◆ **Task instructions**
How many lines below include the string "type"? State the number alone.

◆ **Supplied data**
import type { Report, UnitKind } from '@/shared/analysis/types';
import { displayName, indexTopology, portLabel, type TopologyIndex } from '@/shared/topology';
import type { Cable, Topology } from '@/shared/topology/schema';
import { powerModel } from '@/shared/analysis/power';

/**
 * Names a reviewer reads instead of ids: "switch fab-a", "card-1 of cam-rec-2", "controller ctl-a
 * of vault-1", "cable HR-A-10 (cam-rec-2 card-1 p1 → fab-a p10)". Built once per document; every
 * lookup falls back to the id itself, so a report about something the document lacks still reads.
 */
export type Namer = {
  /** Any subject of a finding or report: device, controller, card, port, cable or network. */
  name: (id: string) => string;
  /** A failure unit named by its kind, with a cable's two ends. */
  unit: (id: string) => string;
  /** A failure unit's kind, read off the document (null for an id that is not a unit). */
  kindOf: (id: string) => UnitKind | null;
  /** A host, array or other device by its own name. */
  device: (id: string) => string;
  /** A cable's two ends as an installer reads them. */
  cableEnds: (cable: Cable) => string;
};

function cableTitle(cable: Cable): string {
  return cable.label?.trim() ? cable.label.trim() : cable.id;
}

export function createNamer(doc: Topology, index: TopologyIndex = indexTopology(doc)): Namer {
  const port = (id: string) => {
    const ref = index.ports.get(id);
    return ref ? portLabel(ref) : id;
  };
  const cableEnds = (cable: Cable) => `${port(cable.a)} → ${port(cable.b)}`;
  const device = (id: string) => {
    const found = index.devices.get(id);
    return found ? displayName(found) : id;
  };

  const power = powerModel(doc);
  const kindOf = (id: string): UnitKind | null => {
    if (index.cables.has(id)) return 'cable';
    if (index.adapters.has(id)) return 'adapter';
    if (index.controllers.has(id)) return 'controller';
    if (power.psus.has(id)) return 'psu';
    if (power.feeds.has(id)) return 'feed';
    return index.devices.get(id)?.kind === 'switch' ? 'switch' : null;
  };

  const unit = (id: string): string => {
    const cable = index.cables.get(id);
    if (cable) return `cable ${cableTitle(cable)} (${cableEnds(cable)})`;
    const adapter = index.adapters.get(id);
    if (adapter) return `${displayName(adapter.adapter)} of ${displayName(adapter.host)}`;
    const controller = index.controllers.get(id);
    if (controller) return `controller ${displayName(controller.controller)} of ${displayName(controller.array)}`;
    const psu = power.psus.get(id);
    if (psu) return `power supply ${displayName(psu.psu)} of ${displayName(psu.device)}`;
    const feed = power.feeds.get(id);
    if (feed) return `power feed ${displayName(feed)}`;
    const found = index.devices.get(id);
    if (found?.kind === 'switch') return `switch ${displayName(found)}`;
    return name(id);
  };

  function name(id: string): string {
    if (index.devices.has(id)) return device(id);
    if (index.ports.has(id)) return port(id);
    const cable = index.cables.get(id);
    if (cable) return `cable ${cableTitle(cable)}`;
    const network = index.networks.get(id);
    if (network) return `network ${displayName(network)}`;
    if (index.adapters.has(id) || index.controllers.has(id) || power.psus.has(id) || power.feeds.has(id)) return unit(id);
    return id;
  }

  return { name, unit, kindOf, device, cableEnds };
}

/** A controller's own name without its array ("ctl-a"): the array is already named beside it. */
export function controllerShortName(index: TopologyIndex, id: string): string {
  const found = index.controllers.get(id);
  return found ? displayName(found.controller) : id;
}

/** Who a failure unit cuts off, as "cam-rec-2 from vault-1" phrases. */
export function cutOffPhrases(namer: Namer, failure: Report['failures'][number]): string[] {
  return failure.cutsOff.map((pair) => `${namer.device(pair.host)} from ${namer.device(pair.array)}`);
}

◆ **Answer box**
4